**RECORDS SUPPLIED**.
□ □ □ □ □ □ □

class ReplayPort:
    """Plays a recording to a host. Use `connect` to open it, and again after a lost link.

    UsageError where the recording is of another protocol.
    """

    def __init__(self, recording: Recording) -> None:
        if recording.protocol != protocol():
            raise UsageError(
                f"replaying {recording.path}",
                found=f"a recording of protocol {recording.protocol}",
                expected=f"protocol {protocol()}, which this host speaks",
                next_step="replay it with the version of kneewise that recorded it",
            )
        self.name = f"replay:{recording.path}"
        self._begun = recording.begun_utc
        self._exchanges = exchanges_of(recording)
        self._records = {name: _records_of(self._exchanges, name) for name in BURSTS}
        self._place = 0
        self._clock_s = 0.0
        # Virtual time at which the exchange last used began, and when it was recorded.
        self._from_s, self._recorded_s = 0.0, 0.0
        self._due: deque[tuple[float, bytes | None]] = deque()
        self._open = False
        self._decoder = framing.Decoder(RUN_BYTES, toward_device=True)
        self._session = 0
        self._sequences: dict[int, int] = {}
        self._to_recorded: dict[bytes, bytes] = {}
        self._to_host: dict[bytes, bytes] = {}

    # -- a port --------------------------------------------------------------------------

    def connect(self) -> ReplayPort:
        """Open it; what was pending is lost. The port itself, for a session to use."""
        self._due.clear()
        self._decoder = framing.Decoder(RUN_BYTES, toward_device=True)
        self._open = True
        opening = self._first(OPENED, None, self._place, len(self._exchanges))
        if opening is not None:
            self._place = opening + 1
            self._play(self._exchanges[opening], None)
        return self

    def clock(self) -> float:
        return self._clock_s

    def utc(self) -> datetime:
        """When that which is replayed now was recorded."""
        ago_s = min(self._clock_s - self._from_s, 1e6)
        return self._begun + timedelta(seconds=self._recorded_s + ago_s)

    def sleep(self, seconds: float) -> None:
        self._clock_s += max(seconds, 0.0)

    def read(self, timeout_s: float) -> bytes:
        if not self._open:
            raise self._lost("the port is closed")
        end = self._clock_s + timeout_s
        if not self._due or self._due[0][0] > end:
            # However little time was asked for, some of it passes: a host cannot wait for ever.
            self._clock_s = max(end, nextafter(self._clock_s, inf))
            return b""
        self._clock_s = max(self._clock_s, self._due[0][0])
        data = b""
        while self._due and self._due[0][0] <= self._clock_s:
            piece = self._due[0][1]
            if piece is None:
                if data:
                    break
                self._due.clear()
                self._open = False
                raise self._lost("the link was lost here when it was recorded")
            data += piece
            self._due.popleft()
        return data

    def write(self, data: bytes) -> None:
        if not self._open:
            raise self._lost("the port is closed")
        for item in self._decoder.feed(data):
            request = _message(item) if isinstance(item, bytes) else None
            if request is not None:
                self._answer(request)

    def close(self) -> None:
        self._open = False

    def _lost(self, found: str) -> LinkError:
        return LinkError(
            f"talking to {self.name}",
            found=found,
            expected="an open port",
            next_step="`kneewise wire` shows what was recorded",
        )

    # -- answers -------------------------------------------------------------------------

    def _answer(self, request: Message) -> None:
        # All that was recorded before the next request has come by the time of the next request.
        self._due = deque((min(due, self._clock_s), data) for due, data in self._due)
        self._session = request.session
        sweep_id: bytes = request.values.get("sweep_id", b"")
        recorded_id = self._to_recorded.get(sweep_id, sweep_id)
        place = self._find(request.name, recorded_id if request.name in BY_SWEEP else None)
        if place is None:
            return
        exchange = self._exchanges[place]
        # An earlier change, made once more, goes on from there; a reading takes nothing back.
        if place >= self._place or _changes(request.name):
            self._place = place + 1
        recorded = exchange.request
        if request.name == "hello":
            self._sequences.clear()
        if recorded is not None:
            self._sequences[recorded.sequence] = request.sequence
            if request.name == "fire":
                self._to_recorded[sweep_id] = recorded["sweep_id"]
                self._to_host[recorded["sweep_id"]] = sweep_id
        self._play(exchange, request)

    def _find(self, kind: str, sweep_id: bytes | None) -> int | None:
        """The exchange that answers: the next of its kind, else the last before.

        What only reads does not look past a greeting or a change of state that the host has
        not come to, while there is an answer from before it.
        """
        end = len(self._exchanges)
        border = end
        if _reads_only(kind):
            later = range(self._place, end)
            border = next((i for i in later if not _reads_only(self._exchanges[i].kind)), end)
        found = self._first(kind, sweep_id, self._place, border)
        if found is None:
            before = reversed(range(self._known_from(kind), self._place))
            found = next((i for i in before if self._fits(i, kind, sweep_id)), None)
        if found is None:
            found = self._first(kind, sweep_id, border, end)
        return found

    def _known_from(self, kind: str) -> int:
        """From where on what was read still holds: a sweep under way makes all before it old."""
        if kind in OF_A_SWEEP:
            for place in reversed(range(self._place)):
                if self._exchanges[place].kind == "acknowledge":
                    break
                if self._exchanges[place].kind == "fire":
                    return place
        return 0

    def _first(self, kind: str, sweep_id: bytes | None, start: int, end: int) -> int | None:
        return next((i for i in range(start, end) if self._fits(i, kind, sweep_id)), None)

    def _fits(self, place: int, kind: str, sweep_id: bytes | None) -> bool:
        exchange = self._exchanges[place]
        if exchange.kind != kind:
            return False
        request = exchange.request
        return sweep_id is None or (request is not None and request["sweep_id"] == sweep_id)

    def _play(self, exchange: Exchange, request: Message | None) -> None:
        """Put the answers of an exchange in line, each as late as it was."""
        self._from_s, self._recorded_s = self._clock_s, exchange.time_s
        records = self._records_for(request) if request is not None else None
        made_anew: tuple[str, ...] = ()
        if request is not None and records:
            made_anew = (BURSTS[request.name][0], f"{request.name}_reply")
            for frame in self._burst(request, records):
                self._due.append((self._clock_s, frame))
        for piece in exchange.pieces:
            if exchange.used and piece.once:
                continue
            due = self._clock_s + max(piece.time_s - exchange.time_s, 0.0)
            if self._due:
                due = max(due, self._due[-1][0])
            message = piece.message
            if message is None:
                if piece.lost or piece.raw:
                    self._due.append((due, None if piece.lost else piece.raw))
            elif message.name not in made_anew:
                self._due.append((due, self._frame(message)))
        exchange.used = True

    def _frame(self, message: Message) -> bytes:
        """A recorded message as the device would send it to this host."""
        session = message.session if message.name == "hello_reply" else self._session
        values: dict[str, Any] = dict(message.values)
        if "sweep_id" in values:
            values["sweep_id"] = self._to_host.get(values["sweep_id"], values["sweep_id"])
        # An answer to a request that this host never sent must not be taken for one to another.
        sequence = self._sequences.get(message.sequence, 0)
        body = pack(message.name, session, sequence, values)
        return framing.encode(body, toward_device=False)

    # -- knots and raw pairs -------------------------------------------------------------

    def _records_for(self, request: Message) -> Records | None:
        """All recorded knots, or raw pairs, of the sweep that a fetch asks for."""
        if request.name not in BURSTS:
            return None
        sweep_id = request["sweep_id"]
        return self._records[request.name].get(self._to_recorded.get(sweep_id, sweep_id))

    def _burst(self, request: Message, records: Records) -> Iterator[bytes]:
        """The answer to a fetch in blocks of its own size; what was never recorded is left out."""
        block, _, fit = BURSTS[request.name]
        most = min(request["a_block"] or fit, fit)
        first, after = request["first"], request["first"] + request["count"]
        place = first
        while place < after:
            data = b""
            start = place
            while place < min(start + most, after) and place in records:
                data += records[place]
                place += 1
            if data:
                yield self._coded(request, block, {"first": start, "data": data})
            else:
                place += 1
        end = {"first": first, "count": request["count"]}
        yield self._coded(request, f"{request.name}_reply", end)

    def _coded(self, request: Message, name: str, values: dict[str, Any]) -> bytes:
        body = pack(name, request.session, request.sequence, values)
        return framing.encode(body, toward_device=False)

□ □ □ □ □ □ □

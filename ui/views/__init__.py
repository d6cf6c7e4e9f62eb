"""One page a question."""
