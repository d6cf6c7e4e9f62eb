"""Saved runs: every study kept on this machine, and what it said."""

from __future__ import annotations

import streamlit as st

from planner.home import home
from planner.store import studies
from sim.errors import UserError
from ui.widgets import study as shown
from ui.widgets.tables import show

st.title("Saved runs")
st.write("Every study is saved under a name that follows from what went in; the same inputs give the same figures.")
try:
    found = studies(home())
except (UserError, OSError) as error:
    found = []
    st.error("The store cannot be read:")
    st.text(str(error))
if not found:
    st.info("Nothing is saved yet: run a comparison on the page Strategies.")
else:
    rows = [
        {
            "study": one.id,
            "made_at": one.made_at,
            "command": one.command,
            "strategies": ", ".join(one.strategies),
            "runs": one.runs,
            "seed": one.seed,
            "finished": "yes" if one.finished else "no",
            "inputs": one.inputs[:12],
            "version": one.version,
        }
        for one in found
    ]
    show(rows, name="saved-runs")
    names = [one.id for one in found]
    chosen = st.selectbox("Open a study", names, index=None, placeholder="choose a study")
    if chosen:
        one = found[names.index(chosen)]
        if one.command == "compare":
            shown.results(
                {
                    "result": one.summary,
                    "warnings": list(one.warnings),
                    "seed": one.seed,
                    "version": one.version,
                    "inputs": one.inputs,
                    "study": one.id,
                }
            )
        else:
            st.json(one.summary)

□ □ □ □ □ □ □

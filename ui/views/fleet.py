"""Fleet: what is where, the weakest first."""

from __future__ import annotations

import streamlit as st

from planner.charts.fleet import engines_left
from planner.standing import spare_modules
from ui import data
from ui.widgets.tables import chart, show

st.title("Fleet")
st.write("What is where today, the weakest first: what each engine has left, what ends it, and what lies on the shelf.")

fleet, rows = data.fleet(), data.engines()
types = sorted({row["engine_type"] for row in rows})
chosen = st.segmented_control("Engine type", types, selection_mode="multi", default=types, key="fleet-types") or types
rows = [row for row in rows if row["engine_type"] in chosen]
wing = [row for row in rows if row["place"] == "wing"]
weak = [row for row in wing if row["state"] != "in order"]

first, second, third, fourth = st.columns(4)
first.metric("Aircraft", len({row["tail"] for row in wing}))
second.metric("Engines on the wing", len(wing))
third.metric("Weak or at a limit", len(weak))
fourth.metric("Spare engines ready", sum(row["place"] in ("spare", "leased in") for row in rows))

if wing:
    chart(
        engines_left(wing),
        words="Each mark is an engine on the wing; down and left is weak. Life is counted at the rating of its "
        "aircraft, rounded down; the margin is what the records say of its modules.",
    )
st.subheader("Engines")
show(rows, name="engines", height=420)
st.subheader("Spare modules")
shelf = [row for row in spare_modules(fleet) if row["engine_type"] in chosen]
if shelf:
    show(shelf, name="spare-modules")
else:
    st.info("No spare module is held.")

□ □ □ □ □ □ □

**WORK REQUEST**. Go to the line in the material above that contains "recording of protocol" and copy exactly from there through the line that contains "# Virtual time", stopping after it.

**EXERCISE SOLUTION**.
                found=f"a recording of protocol {recording.protocol}",
                expected=f"protocol {protocol()}, which this host speaks",
                next_step="replay it with the version of kneewise that recorded it",
            )
        self.name = f"replay:{recording.path}"
        self._begun = recording.begun_utc
        self._exchanges = exchanges_of(recording)
        self._records = {name: _records_of(self._exchanges, name) for name in BURSTS}
        self._place = 0
        self._clock_s = 0.0
        # Virtual time at which the exchange last used began, and when it was recorded.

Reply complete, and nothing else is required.